Records excerpted from a collection:

::::::::

import { afterAll, beforeAll, beforeEach, describe, expect, it } from 'vitest';
import { loggerToken } from '../../simulator/scenarios/tokens';
import { startIngest, stopIngest } from '../../src/server/ingest/service';
import type { SeededSite } from '../../seeds/plant/seeded';
import { testDatabase, type TestDatabase } from '../support/database';
import { SECRET, testFleet } from '../support/fleet';
import { frameOf, nowS, openSockets, TestLogger, type Sockets } from '../support/ingest';
import { noonEverywhere } from '../support/noon';

let db: TestDatabase;
let sockets: Sockets;
let site: SeededSite;
let serial: string;
let token: string;
let logger: TestLogger;

beforeAll(async () => {
  db = await testDatabase();
  const fleet = await testFleet(db, ['Old Tannery Market Hall', 'Weirside Clinic', 'Netloft Terrace']);
  await noonEverywhere(db.owner);
  site = fleet.site('Old Tannery Market Hall');
  serial = [...site.loggers.keys()][0] ?? '';
  token = loggerToken(SECRET, serial);
  await startIngest();
  sockets = await openSockets();
});
afterAll(async () => {
  await stopIngest();
  await sockets.close();
  await db.drop();
});
beforeEach(async () => {
  logger = await TestLogger.arrive(sockets, token, serial);
  return () => logger.end();
});

const one = async <T>(sql: string, values: unknown[] = []): Promise<T> =>
  (await db.owner.query(sql, values)).rows[0] as T;
const idOf = (name: string) => site.strings.get(name)?.id ?? 0;
const string = (index = 0) => {
  const found = logger.roster.strings[index];
  if (!found) throw new Error(`the roster has no string ${index}`);
  return found;
};
const measures = 'both';
const whole = (index: number, claims: Parameters<typeof frameOf>[2] = 1) =>
  frameOf(string(index).serials.length, measures, claims);

describe('a logger arrives', () => {
  it('gets the roster of its own as-built: strings, slots, inputs, zones', () => {
    const { roster } = logger;
    const plan = site.plan.strings;
    expect(roster.strings.map((s) => s.name)).toEqual(
      [...plan].sort((a, b) => a.rosterIndex - b.rosterIndex).map((s) => s.name),
    );
    expect(string().serials).toEqual(plan.find((s) => s.name === string().name)?.slots.map((s) => s.serial));
    expect(roster.reportIntervalS).toBe(site.plan.reportIntervalS);
    expect(roster.zones).toEqual(site.plan.zones.map((z) => z.name).sort());
  });

  it('is refused without a token, with a wrong one, and with one that was ended', async () => {
    await expect(TestLogger.connect(sockets, 'no-such-token-at-all')).rejects.toThrow('HTTP 401');
    await db.owner.query(
      `insert into ingest_token (logger_id, hash, ended_at) values ($1, sha256('ended-long-ago'::bytea), now() - interval '1 day')`,
      [site.loggers.get(serial)],
    );
    await expect(TestLogger.connect(sockets, 'ended-long-ago')).rejects.toThrow('HTTP 401');
  });

  it('takes the place of its own earlier connection', async () => {
    const second = await TestLogger.arrive(sockets, token, serial);
    expect(await logger.closed).toMatchObject({ code: 4409 });
    await second.durable(second.frames([{ at: nowS(), string: string().index, frame: whole(0) }]));
    const row = await one<{ connected: boolean }>(
      'select leased_until > now() and leased_by is not null as connected from logger where serial = $1',
      [serial],
    );
    expect(row.connected).toBe(true);
    await second.end();
  });
});

describe('frames', () => {
  it('are durable before they are acknowledged, with sums, state and the newest values', async () => {
    const at = nowS() - 60;
    const { name, index } = string(1);
    await logger.durable(logger.frames([{ at, string: index, frame: whole(1) }]));
    const n = string(1).serials.length;
    const row = await one<Record<string, unknown>>(
      'select voltage_sum, power_sum, mask, state, voltage, signal from string_frame where string_id = $1 and at = to_timestamp($2::int4)',
      [idOf(name), at],
    );
    expect(row.voltage_sum).toBe(3800 * n);
    expect(row.power_sum).toBe(Math.round((3800 * 5000 * n) / 10_000));
    expect(row.mask).toBe(2 ** n - 1);
    expect(row.state).toEqual(new Array(n).fill(1));
    const state = await one<{ seen: number[] }>('select seen from string_state where string_id = $1', [
      idOf(name),
    ]);
    expect(state.seen).toEqual(new Array(n).fill(at));
  });

  it('twice, out of order and in halves come to the same rows', async () => {
    const t0 = nowS() - 900;
    const { name, index, serials } = string(2);
    const n = serials.length;
    const half = (from: number, to: number) =>
      whole(
        2,
        Array.from({ length: n }, (_, i) => (i >= from && i < to ? 1 : null)),
      );
    const at = (k: number) => t0 + 60 * k;
    await logger.durable(
      logger.frames([
        { at: at(3), string: index, frame: whole(2) },
        { at: at(1), string: index, frame: half(0, 5) },
        { at: at(2), string: index, frame: half(0, n) },
        { at: at(1), string: index, frame: half(5, n) },
      ]),
    );
    await logger.durable(logger.frames([{ at: at(4), string: index, frame: half(0, 3) }]));
    await logger.durable(logger.frames([{ at: at(3), string: index, frame: whole(2) }]));
    await logger.durable(logger.frames([{ at: at(4), string: index, frame: half(3, n) }]));
    const { rows } = await db.owner.query(
      `select extract(epoch from at)::int4 as at, mask, voltage_sum, power_sum from string_frame
       where string_id = $1 and at >= to_timestamp($2::int4) order by at`,
      [idOf(name), t0],
    );
    expect(rows).toEqual(
      [1, 2, 3, 4].map((k) => ({
        at: at(k),
        mask: 2 ** n - 1,
        voltage_sum: 3800 * n,
        power_sum: Math.round((3800 * 5000 * n) / 10_000),
      })),
    );
    const state = await one<{ at: Date; mask: number; voltage_sum: number }>(
      'select at, mask, voltage_sum from string_state where string_id = $1',
      [idOf(name)],
    );
    expect(state).toEqual({ at: new Date(at(4) * 1000), mask: 2 ** n - 1, voltage_sum: 3800 * n });
  });

  it('a unit that is missing from the newest frame keeps its own last value', async () => {
    const t = nowS() - 120;
    const { name, index, serials } = string(3);
    await logger.durable(logger.frames([{ at: t, string: index, frame: whole(3) }]));
    const claims = serials.map((_, i) => (i === 2 ? null : 1));
    await logger.durable(logger.frames([{ at: t + 60, string: index, frame: whole(3, claims) }]));
    const state = await one<{ seen: number[]; state: number[]; voltage_sum: number }>(
      'select seen, state, voltage_sum from string_state where string_id = $1',
      [idOf(name)],
    );
    expect(state.seen[2]).toBe(t);
    expect(state.seen[3]).toBe(t + 60);
    expect(state.state[2]).toBe(1);
    expect(state.voltage_sum).toBe(3800 * serials.length);
  });

  it('of a day without a partition are parked, not lost', async () => {
    const at = nowS() - 20 * 86_400;
    const { name, index } = string(0);
    await logger.durable(logger.frames([{ at, string: index, frame: whole(0) }]));
    const parked = await one<{ frame: { state: number[] } }>(
      'select frame from late_frame where string_id = $1 and at = to_timestamp($2::int4)',
      [idOf(name), at],
    );
    expect(parked.frame.state).toHaveLength(string(0).serials.length);
  });

  it('teach which gateways there are', async () => {
    const { index } = string(0);
    const n = string(0).serials.length;
    const via = new Array<number>(n).fill(77);
    await logger.durable(logger.frames([{ at: nowS(), string: index, frame: { ...whole(0), via } }]));
    const row = await one<{ name: string }>('select name from gateway where site_id = $1 and number = 77', [
      site.id,
    ]);
    expect(row.name).toBe('Gateway 77');
  });

  it('written under an earlier roster are read by it', async () => {
    const { index, name, serials } = string(0);
    const before = logger.roster.version;
    // a string is renumbered: what was index 0 becomes another one
    const free = 90;
    await db.owner.query('update string set roster_index = $2 where id = $1', [idOf(name), free]);
    await logger.end();
    logger = await TestLogger.arrive(sockets, token, serial);
    expect(logger.roster.version).toBe(before + 1);
    const at = nowS() - 30;
    const frame = frameOf(serials.length, measures, 2);
    await logger.durable(logger.frames([{ at, string: index, frame }], before));
    const row = await one<{ state: number[] }>(
      'select state from string_frame where string_id = $1 and at = to_timestamp($2::int4)',
      [idOf(name), at],
    );
    expect(row.state).toEqual(new Array(serials.length).fill(2));
    const never = await logger.refused(logger.frames([{ at, string: index, frame }], before + 40));
    expect(never).toMatchObject({ field: 'roster', again: false });
    await db.owner.query('update string set roster_index = $2 where id = $1', [idOf(name), index]);
  });
});

describe('the roster', () => {
  it('is sent again when the as-built changes', async () => {
    const { name } = string(0);
    const gone = string(0).serials.at(-1);
    await db.owner.query(
      `update placement set placed_to = now() where unit_id = (select id from unit where serial = $1) and placed_to is null`,
      [gone],
    );
    await db.owner.query(`select pg_notify('as_built', $1::text)`, [String(site.id)]);
    const next = await logger.inbox.next('roster');
    expect(next.strings.find((s) => s.name === name)?.serials.at(-1)).toBeNull();
    await db.owner.query(
      `update placement set placed_to = null where unit_id = (select id from unit where serial = $1)`,
      [gone],
    );
  });
});

describe('everything else that a logger reports', () => {
  it('inputs, inverters and weather: kept once, the newest is the present', async () => {
    const at = nowS() - 20;
    const [inverter] = logger.roster.inverters;
    if (!inverter) throw new Error('the roster has no inverter');
    const rows = [
      { at, inverter: inverter.name, input: inverter.inputs[0] ?? 0, voltage: 6120, current: 840 },
    ];
    await logger.durable({ type: 'inputs', rows });
    await logger.durable({ type: 'inputs', rows });
    await logger.durable({ type: 'inputs', rows: [{ ...rows[0], at: at - 60, voltage: 1 }] });
    const input = site.inputs.get(`${inverter.name}/${inverter.inputs[0]}`);
    expect(await one('select voltage, current from input_state where input_id = $1', [input])).toEqual({
      voltage: 6120,
      current: 840,
    });
    expect(await one('select count(*)::int as n from input_frame where input_id = $1', [input])).toEqual({
      n: 2,
    });

    const inv = {
      inverter: inverter.name,
      acPower: 41_000,
      energy: 5_000_000_000,
      status: 'running',
      powerLimit: null,
      insulation: 900,
      arcFlag: false,
      earthFaultFlag: false,
    };
    await logger.durable({ type: 'inverters', rows: [{ ...inv, at: at - 10 }] });
    await logger.durable({ type: 'inverters', rows: [{ ...inv, at, status: 'grid_lost', acPower: 0 }] });
    expect(
      await one('select ac_power, energy, status from inverter_state where inverter_id = $1', [
        site.inverters.get(inverter.name),
      ]),
    ).toEqual({ ac_power: 0, energy: 5_000_000_000, status: 'grid_lost' });
    expect(
      await one(`select detail from event where site_id = $1 and kind = 'inverter_status'`, [site.id]),
    ).toEqual({ detail: { inverter: inverter.name, status: 'grid_lost', before: 'running' } });

    const [sensor] = logger.roster.sensors;
    if (!sensor) throw new Error('the roster has no sensor');
    await logger.durable({
      type: 'weather',
      rows: [
        {
          at,
          sensor: sensor.number,
          irradiance: 812,
          temperatureAir: 214,
          temperatureModule: 431,
          windSpeed: 32,
        },
      ],
    });
    expect(
      await one('select irradiance, temperature_module from weather_state where site_id = $1', [site.id]),
    ).toEqual({
      irradiance: 812,
      temperature_module: 431,
    });
  });

  it('commands: once, with an event; traces: the longest of a start', async () => {
    const since = nowS() - 500;
    const zone = logger.roster.zones[0];
    const said = { type: 'command', zone, inForce: 'initiator', since, by: 'initiator at the gate' };
    await logger.durable(said);
    await logger.durable(said);
    expect(
      await one(
        `select count(*)::int as n from command where site_id = $1 and since = to_timestamp($2::int4)`,
        [site.id, since],
      ),
    ).toEqual({ n: 1 });
    const event = await one<{ detail: object }>(
      `select detail from event where site_id = $1 and kind = 'command' order by id desc limit 1`,
      [site.id],
    );
    expect(event.detail).toMatchObject({ inForce: 'initiator', zone, saidBy: 'initiator at the gate' });
    await logger.durable({ ...said, inForce: 'released', since: since + 60 });

    const trace = {
      type: 'trace',
      string: string().index,
      startedAt: since,
      measuringPoint: 'unit_sum',
      accuracy: 0.5,
    };
    await logger.durable({ ...trace, voltage: [6000, 4000, 2000] });
    await logger.durable({ ...trace, voltage: [6000, 4000, 2000, 90, null] });
    await logger.durable({ ...trace, voltage: [6000] });
    expect(await one('select voltage from trace where string_id = $1', [idOf(string().name)])).toEqual({
      voltage: [6000, 4000, 2000, 90, null],
    });
  });

  it('units heard: on the as-built and not, each with one event', async () => {
    const known = string(4).serials[1];
    const rows = [
      { at: nowS() - 40, serial: known, gateway: 1, signal: -82, voltage: 3801, current: 0 },
      { at: nowS() - 39, serial: 'STRANGER-0001', gateway: 1, signal: -97, voltage: null, current: null },
    ];
    await logger.durable({ type: 'heard', rows });
    await logger.durable({ type: 'heard', rows: rows.map((r) => ({ ...r, at: r.at + 20, signal: -90 })) });
    const { rows: heard } = await db.owner.query(
      'select serial, unit_id is not null as known, signal from heard where serial = any ($1) order by serial',
      [[known, 'STRANGER-0001']],
    );
    expect(heard).toEqual(
      [
        { serial: known, known: true, signal: -82 },
        { serial: 'STRANGER-0001', known: false, signal: -90 },
      ].sort((a, b) => String(a.serial).localeCompare(String(b.serial))),
    );
    const { rows: told } = await db.owner.query(
      `select string_id, detail from event where kind = 'units_heard' and site_id = $1
         and (detail -> 'serials' ? $2 or detail -> 'serials' ? 'STRANGER-0001') order by string_id nulls last`,
      [site.id, known],
    );
    expect(told).toEqual([
      { string_id: idOf(string(4).name), detail: { positions: [2], serials: [known] } },
      { string_id: null, detail: { positions: [], serials: ['STRANGER-0001'] } },
    ]);
  });
});

describe('a roll call', () => {
  it('asks the logger to listen, and to stop', async () => {
    const person = await one<{ id: number }>(
      `select id from person where email = 'technician@lowfield.example'`,
    );
    await db.owner.query(
      `insert into roll_call (site_id, started_by, person_on_site) values ($1, $2, 'Ada Mensah')`,
      [site.id, person.id],
    );
    await db.owner.query(`select pg_notify('roll_call', $1::text)`, [String(site.id)]);
    expect(await logger.inbox.next('listen')).toMatchObject({ on: true });
    await logger.end();
    logger = await TestLogger.arrive(sockets, token, serial);
    expect(await logger.inbox.next('listen')).toMatchObject({ on: true });
    await db.owner.query('update roll_call set stopped_at = now() where site_id = $1', [site.id]);
    await db.owner.query(`select pg_notify('roll_call', $1::text)`, [String(site.id)]);
    expect(await logger.inbox.next('listen')).toMatchObject({ on: false });
  });
});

::::::::

#### Directions
Working from the data above, extract solely the lines from the one containing "state, voltage, signal" through the one containing "frame: half(0, n)", exactly as they appear, both included.

#### Task response
      'select voltage_sum, power_sum, mask, state, voltage, signal from string_frame where string_id = $1 and at = to_timestamp($2::int4)',
      [idOf(name), at],
    );
    expect(row.voltage_sum).toBe(3800 * n);
    expect(row.power_sum).toBe(Math.round((3800 * 5000 * n) / 10_000));
    expect(row.mask).toBe(2 ** n - 1);
    expect(row.state).toEqual(new Array(n).fill(1));
    const state = await one<{ seen: number[] }>('select seen from string_state where string_id = $1', [
      idOf(name),
    ]);
    expect(state.seen).toEqual(new Array(n).fill(at));
  });

  it('twice, out of order and in halves come to the same rows', async () => {
    const t0 = nowS() - 900;
    const { name, index, serials } = string(2);
    const n = serials.length;
    const half = (from: number, to: number) =>
      whole(
        2,
        Array.from({ length: n }, (_, i) => (i >= from && i < to ? 1 : null)),
      );
    const at = (k: number) => t0 + 60 * k;
    await logger.durable(
      logger.frames([
        { at: at(3), string: index, frame: whole(2) },
        { at: at(1), string: index, frame: half(0, 5) },
        { at: at(2), string: index, frame: half(0, n) },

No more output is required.